(What to produce): Gather all lines in the data that hold the string "nope".
+--
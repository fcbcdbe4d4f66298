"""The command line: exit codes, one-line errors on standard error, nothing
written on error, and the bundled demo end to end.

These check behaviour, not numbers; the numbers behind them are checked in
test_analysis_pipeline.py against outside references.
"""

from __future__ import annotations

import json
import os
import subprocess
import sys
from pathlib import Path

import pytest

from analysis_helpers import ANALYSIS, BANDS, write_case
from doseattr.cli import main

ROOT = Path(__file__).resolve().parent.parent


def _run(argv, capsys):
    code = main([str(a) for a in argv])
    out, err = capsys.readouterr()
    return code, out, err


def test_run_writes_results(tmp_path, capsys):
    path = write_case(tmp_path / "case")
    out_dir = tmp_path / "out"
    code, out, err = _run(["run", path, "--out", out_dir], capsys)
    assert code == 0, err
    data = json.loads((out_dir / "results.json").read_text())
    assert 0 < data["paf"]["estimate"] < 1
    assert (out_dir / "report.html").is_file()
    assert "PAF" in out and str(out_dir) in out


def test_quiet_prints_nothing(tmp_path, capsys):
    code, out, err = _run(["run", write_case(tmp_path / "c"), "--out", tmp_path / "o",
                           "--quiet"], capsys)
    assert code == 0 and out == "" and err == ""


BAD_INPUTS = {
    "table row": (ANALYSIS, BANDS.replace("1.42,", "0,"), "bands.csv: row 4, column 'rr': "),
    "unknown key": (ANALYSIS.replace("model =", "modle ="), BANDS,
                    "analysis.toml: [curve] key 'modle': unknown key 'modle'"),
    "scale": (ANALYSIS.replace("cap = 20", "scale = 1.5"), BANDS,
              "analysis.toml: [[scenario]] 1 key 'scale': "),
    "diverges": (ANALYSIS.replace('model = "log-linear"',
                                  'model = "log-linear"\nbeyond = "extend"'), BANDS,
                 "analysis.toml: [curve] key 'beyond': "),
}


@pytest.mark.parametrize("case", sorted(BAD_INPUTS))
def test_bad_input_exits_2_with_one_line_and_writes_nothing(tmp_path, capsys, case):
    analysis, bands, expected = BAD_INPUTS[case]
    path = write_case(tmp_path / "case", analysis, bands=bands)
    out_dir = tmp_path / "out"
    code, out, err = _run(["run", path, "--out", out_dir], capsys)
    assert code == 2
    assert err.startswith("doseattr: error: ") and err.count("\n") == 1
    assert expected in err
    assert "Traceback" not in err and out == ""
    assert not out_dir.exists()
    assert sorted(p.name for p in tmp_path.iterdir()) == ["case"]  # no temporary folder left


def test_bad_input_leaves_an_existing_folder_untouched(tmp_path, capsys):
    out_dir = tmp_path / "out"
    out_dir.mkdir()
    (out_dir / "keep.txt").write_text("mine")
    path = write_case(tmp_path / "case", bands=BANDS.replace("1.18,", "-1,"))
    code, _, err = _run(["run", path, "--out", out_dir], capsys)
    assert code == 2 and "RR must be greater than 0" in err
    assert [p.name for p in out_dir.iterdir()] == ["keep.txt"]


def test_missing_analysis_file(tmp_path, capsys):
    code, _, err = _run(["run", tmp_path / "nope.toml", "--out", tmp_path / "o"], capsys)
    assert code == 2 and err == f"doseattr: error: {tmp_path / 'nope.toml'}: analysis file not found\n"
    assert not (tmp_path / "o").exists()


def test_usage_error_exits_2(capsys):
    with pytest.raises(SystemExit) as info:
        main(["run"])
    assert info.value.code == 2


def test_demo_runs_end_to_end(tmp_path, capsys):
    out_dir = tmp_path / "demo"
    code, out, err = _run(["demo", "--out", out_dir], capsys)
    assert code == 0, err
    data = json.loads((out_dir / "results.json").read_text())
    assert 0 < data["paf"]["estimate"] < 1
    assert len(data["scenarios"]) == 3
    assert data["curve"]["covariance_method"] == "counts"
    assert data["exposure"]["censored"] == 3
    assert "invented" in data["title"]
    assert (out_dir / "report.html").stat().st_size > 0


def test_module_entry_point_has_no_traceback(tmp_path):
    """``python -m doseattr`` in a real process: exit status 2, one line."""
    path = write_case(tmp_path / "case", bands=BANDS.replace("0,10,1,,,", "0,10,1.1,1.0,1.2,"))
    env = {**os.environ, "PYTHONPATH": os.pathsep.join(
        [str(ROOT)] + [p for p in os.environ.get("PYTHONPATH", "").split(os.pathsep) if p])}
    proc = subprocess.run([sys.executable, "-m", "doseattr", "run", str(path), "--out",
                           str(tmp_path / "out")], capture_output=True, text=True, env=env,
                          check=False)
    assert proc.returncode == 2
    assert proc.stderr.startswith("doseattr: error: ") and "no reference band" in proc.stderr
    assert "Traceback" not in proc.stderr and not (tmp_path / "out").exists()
+--
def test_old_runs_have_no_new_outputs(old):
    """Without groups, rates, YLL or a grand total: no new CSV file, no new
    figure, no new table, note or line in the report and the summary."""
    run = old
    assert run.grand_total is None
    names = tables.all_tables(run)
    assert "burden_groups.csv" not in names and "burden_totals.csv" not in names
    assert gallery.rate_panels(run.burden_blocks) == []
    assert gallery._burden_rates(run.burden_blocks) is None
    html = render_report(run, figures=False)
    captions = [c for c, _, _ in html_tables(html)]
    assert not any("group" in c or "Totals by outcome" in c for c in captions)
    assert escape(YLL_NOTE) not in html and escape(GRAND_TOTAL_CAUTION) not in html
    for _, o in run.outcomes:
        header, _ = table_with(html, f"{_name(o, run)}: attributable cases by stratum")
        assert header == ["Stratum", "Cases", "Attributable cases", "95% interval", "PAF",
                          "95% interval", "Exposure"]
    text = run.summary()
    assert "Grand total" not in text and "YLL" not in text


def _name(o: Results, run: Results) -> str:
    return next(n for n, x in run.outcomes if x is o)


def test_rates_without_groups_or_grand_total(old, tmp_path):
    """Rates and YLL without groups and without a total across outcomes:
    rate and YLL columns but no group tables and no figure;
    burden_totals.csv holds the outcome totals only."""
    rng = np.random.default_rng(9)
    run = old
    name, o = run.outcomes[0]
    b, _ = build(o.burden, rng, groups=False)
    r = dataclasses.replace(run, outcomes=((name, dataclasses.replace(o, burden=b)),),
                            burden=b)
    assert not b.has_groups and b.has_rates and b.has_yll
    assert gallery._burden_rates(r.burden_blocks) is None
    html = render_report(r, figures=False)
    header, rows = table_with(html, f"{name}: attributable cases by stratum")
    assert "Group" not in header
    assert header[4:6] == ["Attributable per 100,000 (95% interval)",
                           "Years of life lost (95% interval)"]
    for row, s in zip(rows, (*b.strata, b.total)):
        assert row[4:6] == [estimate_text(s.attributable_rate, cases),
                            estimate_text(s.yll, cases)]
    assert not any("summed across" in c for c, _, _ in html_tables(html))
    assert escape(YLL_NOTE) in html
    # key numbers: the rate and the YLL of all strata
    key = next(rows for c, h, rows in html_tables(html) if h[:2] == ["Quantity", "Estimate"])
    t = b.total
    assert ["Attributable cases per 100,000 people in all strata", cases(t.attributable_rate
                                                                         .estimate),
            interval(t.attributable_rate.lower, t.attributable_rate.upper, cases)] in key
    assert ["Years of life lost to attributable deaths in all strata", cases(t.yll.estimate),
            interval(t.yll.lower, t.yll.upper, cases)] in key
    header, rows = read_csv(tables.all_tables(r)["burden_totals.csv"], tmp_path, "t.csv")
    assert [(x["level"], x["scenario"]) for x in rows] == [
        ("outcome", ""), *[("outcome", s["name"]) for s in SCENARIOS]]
+--
(Answer for this exercise):
    code, _, err = _run(["run", tmp_path / "nope.toml", "--out", tmp_path / "o"], capsys)
    assert code == 2 and err == f"doseattr: error: {tmp_path / 'nope.toml'}: analysis file not found\n"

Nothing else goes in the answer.